I worked with this stuff back in the late 90’s on payment card terminals. I was shocked that a magstripe is essentially just a barcode. There’s also a LOT of logic that goes into how you read it, it’s very difficult because there’s a person swiping it and variable speed and there’s no “pace” track (constant 0101010 pattern so that you can pace yourself). Lots of math goes into figuring out when the speed changes and using that to convert the analog barcode into digital.
This looks like a decent article hacking MSRs as well and shows some pictures:
http://electronics.stackexchange.com/questions/103369/reverse-engineering-proprietary-magstripe-cards
The included video says 2012, but I have a sneaking suspicion it’s actually from around 2000, maybe even the 1990’s.
As for that swipe, why not do the same trick done in so many instances and simply put a roller in the reader to know the speed it’s moving? Although I’m guessing they don’t because back when people in my area still used magnetic swipe cards (seems a million years ago now) I noticed that when it went wrong it was always people trying too hard and either doing it too slow or too ‘precise’ causing variation in speed during the swipe, the readers expected a constant swipe at some decent speed. Oh and of course when the damn reader needed replacing, or the card was worn, but that goes without saying really.
See those things called ‘sentinel bars’? That’s for speed detection.
The reader sits there waiting for a series of on/off pulses of the same length, it then knows to start reading, and uses the width of the pulses as a guide for the rest of the stripe.
Barcodes work exactly the same way (they call them ‘guard bars’).
This product should be in every school
True.

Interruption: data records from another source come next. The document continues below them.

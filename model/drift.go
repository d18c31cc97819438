package model

import "slices"

// Drifts tells whether a stage keeps food, or lets it stand, so that it may drift towards its surroundings sooner than calculated with films that
// are rather low: they are on the safe side where food is to be heated or cooled, not where it is to stay as it is.
func Drifts(s *Stage) bool {
	return s == Rest || s == HoldHot || s == HoldCold || s == Store || s == Thaw
}

// How a step drifts as fast as what its plan leaves open allows.
const (
	driftFilm  = 1.25   // times a film worked out for air: measured ones scatter by a quarter (Whitaker 1972, AIChE J. 18:361-371)
	driftWater = 1000.0 // film of water, W/(m²·K); food conducts so badly that more makes no difference
)

// Drifted gives the steps of a chain that ran, with what they leave open in stages that drift taken so that the food moves fastest: films
// of air a quarter higher, radiation to walls as warm or as cold as the air, and, if moist, evaporation into dry air of food that cools, and
// vapour that condenses from damp air on food that warms. What is typed stays as it is. ok is false where nothing is left open.
func Drifted(p *Product, steps []Step, ran *History, moist bool) (out []Step, ok bool) {
	moist = moist && slices.ContainsFunc(p.Foods(), func(f *Material) bool { return !f.Waterless })
	out = slices.Clone(steps)
	for i := range out {
		st := &out[i]
		if !Drifts(st.Stage) || i >= len(ran.Spans) {
			continue
		}
		foodC := ran.SampleAt([]float64{ran.Spans[i].StartS}).Mean[0]
		ok = st.Exposure.drift(foodC, st.DurationS, moist) || ok
		st.Faces = slices.Clone(st.Faces)
		for k := range st.Faces {
			ok = st.Faces[k].Exposure.drift(foodC, st.DurationS, moist) || ok
		}
	}
	return out, ok
}

// drift takes what an exposure leaves open so that food of foodC drifts fastest, and tells whether anything was left open.
func (e *Exposure) drift(foodC, durationS float64, moist bool) (open bool) {
	if e.Surface.Water() {
		if e.FilmW != nil {
			return false
		}
		w := driftWater
		e.FilmW = &w
		return true
	}
	if !e.inAir() || len(e.Medium.C) == 0 {
		return false
	}
	cools := foodC > e.Medium.meanC(durationS)
	if e.FilmW == nil {
		e.FilmFactor, open = driftFilm*e.filmFactor(), true
	}
	if e.RadiatingC == nil {
		walls := slices.Max(e.Medium.C)
		if cools {
			walls = slices.Min(e.Medium.C)
		}
		e.RadiatingC, open = &walls, true
	}
	if !moist || e.WrapM2KW != nil || e.Cover == TightWrap || e.Cover == LooseLid {
		return open
	}
	if e.Wet == nil {
		yes := true
		e.Wet, open = &yes, true
	}
	if e.RH == nil && e.Medium.RH == nil && (*e.Wet || !cools) {
		rh := 100.0
		if cools {
			rh = 0
		}
		e.RH, open = &rh, true
	}
	return open
}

You may also find interesting Magnetic Putty and Ferrofluid on youtube
I’ve seen this before using rust. http://www.tetherdcow.com/another-science-experiment/
Pretty cool though. :-).
Used this (or its twin in another brand) years ago with 800BPI and 1600BPI 9 track tape. When a tape got damaged, which happened routinely in a busy shop, especially since the machine room people were often the flunkiest of the flunkies, this glop came out to find the block breaks so the tape could be spliced. Not a desirable circumstance, but sometimes you gotta do what you gotta do. My dealings with it were fixing damaged data tapes from the lab I worked in. A few missing data points weren’t a major issue back then, and was, in fact, to be expected. Beat the heck out of losing the whole tape. After all, a 1200ft reel might have as much as 5MB on it. 1600BPI sometimes went over 10MB, depending on the blocking, which was always a balance– how much do you lose at one shot vs. how much block overhead
A while back I worked for a company that manufactured access control systems that used mag-stripe cards. It’s been a while, so I might be imagining the whole thing, but I seem to vaguely recall there being a spray that makes the encoding visible.
Used it to “develop” IBM mag tape in the 60’s – 80’s to diagnose various tape transport problems – you’d see bit packing if the pinch roller systems failed to speed up the tape to the requisite 75″/sec within 3/8″. One would lift off the magnetic “fingerprint” with transparent adhesive tape, then stick it in the microfiche (always one nearby for the field docs) viewer.
A lot of the old timers on alt.folklore.computers talk about using this on mainframe tapes.